A Plentiful Harvest Field
When thinking of Detroit, many people think of automobile manufacturing and the Motown sound of bygone days.
Yet metro Detroit these days has the fourth largest resettlement of Middle Eastern refugees in the U.S. In fact, the east side of nearby Dearborn is 97 percent Arab Muslim.
Randy P. Merren and Paul P. “Trey” Hancock, Assemblies of God U.S. missionaries serving with Intercultural Ministries, know these numbers well. They’ve answered God’s call to bring the love of Jesus to this unique population.
Merren, 59, and his wife, Mary Jane, live in Detroit and minister primarily to Syrian refugees who are Muslim. Hancock, 64, and his wife, Becky, live in Dearborn, where they connect with Arab Muslims.
In 2016, Merren resigned as pastor of Clinton Valley Assembly of God, where he had served for 13 years, and entered full-time missionary work to Muslims.

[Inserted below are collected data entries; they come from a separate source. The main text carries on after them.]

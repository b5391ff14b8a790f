#pragma once
// Stores generated from `stores: { count: N, size: { lognormal_cv: v } }` (scenario.md): ids
// s001, s002, ... and size factors lognormal with mean exactly 1, drawn from the scenario seed so
// that the same seed always gives the same network.

#include <cstdint>
#include <string>
#include <vector>

namespace larder {

/// Id of generated store `index` (0-based) of `count`: "s" and index + 1, zero-padded to three
/// digits, or to the width of `count` when that is wider (so ids sort in store order).
std::string generated_store_id(int index, int count);

/// Size factors of `count` generated stores: lognormal with mean 1 and coefficient of variation
/// `cv` (all 1 when cv is 0). Store i's size is drawn by inversion from the first uniform of
/// the generation stream (seed, replication 0, store i, no item).
std::vector<double> generated_store_sizes(std::uint64_t seed, int count, double cv);

}  // namespace larder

Hancock says God planted the seeds of his call during his teenage years in Birmingham, Alabama. During the early 1970s, Hancock says revival that swept high schools in that city spurred him to reach across cultural barriers. While in Dearborn for cultural training in 1987, he says God called him to reach Arab Muslims.
In 2000, Hancock started Springwells Church in Dearborn. The church keeps a constant stream of ministry activities going to reach Arab Muslims: drama, Royal Rangers, Taekwondo, kids programs, and park outreach events.
In Detroit, Merren visits refugees in homes and brings them food and household items as they settle in their new area.
“This ministry is like building a bridge as you walk on it,” Merren says. “You have to trust in the Lord and listen for His voice to direct, because it’s not easy.”
Merren works out of his home for now, but that will change this fall. The ministry purchased a building in a Detroit neighborhood that will house Hope International Center. Offering English as a second language, tutoring for students, citizenship classes for adults, and job training, Merren plans to build relationships with refugees. That is the key, he says, in them coming to faith in Christ.
Despite the hours Merren and Hancock pour into their communities, they struggle to produce the spiritual fruit they’d like to see. In Detroit, Merren faces resistance to the gospel from refugees, and he battles discouragement because of it.
“Their identity — who they are — is Islam,” he says. “They are wrapped up in being a Muslim, so to walk away from that is a significant decision.”
It took Hancock five years before he saw his first converts in Dearborn — five Arab-Muslims who accepted Christ at a Bible club held in his home.
However, Hancock is convinced that many Muslims in Dearborn already believe in Christ, yet are afraid to say so because of the high cost of conversion. One such convert is Hass, a ministry intern working on his degree in Bible. After he accepted Jesus a few years ago, he lost his wife, business, vehicles, and home. But Hancock says Hass has many relatives and contacts in the Islamic community, which could allow him to have a great impact for the gospel there.
Merren describes his outreach in Detroit in the terms Jesus uses in Matthew 25: feeding and clothing “the least of these,” visiting them, and taking them in.
“When you’re with the least of these, the refugee families, there is a presence of God there that’s undeniable,” Merren says. “That fuels my passion.”